(Records excerpted from a collection)
import { MainAction } from '@/components/MainAction';
import { QuietButton } from '@/components/QuietButton';
import { Sign } from '@/components/Sign';
import { whyNot } from '@/domain/job';
import type { PlanStep } from '@/domain/plan';
import { following } from '../current-step';
import { StepFrame } from '../StepFrame';
import { useRun } from '../run-context';

/** A step that can't be done yet: why, what unlocks it, and the way there. */
export function BarredStep({ step }: { step: PlanStep }) {
  const run = useRun();
  const verdict = whyNot(run.state, step.id);
  const unlocking = unlockingStep(run.state, step);
  const next = following(run.state, step);
  return (
    <StepFrame
      step={step}
      quiet={unlocking && <QuietButton label="Go to it" onPress={() => run.goTo(unlocking.id)} />}
      main={
        <MainAction
          label="Back to what can be done"
          next={next?.title}
          onPress={() => run.goOn(step)}
          isBusy={run.isBusy}
        />
      }
    >
      {!verdict.ok && (
        <div className="grid gap-2 rounded-md border border-rule bg-sheet px-6 py-5">
          <p className="flex items-center gap-3 text-2xl font-bold">
            <Sign name="lock" />
            Not yet
          </p>
          <p className="text-xl">{verdict.why}</p>
          {verdict.unlock !== undefined && <p className="text-xl font-bold">{verdict.unlock}</p>}
        </div>
      )}
    </StepFrame>
  );
}

/** The first step in the way that can be done itself, however deep it lies. */
function unlockingStep(state: Parameters<typeof whyNot>[0], step: PlanStep): PlanStep | undefined {
  const seen = new Set<string>([step.id]);
  let at: PlanStep | undefined = step;
  while (at) {
    const needs: string[] = at.kind === 'hold' ? [...at.needs, ...at.covers] : at.needs;
    const missing: string | undefined = needs.find((id) => !seen.has(id) && isMissing(state, id));
    if (missing === undefined) return at.id === step.id ? undefined : at;
    seen.add(missing);
    at = state.plan.steps.find(({ id }) => id === missing);
  }
  return undefined;
}

function isMissing(state: Parameters<typeof whyNot>[0], stepId: string): boolean {
  const step = state.plan.steps.find(({ id }) => id === stepId);
  if (!step || step.onDemand === true || step.kind === 'witness') return false;
  const status = state.steps[stepId]?.status;
  return status !== 'done' && status !== 'not applicable';
}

Task goal: What is needed is an exact copy of the lines from the one containing "if (!step ||" through the final line of the data, both included, and nothing more.

Task response:
  if (!step || step.onDemand === true || step.kind === 'witness') return false;
  const status = state.steps[stepId]?.status;
  return status !== 'done' && status !== 'not applicable';
}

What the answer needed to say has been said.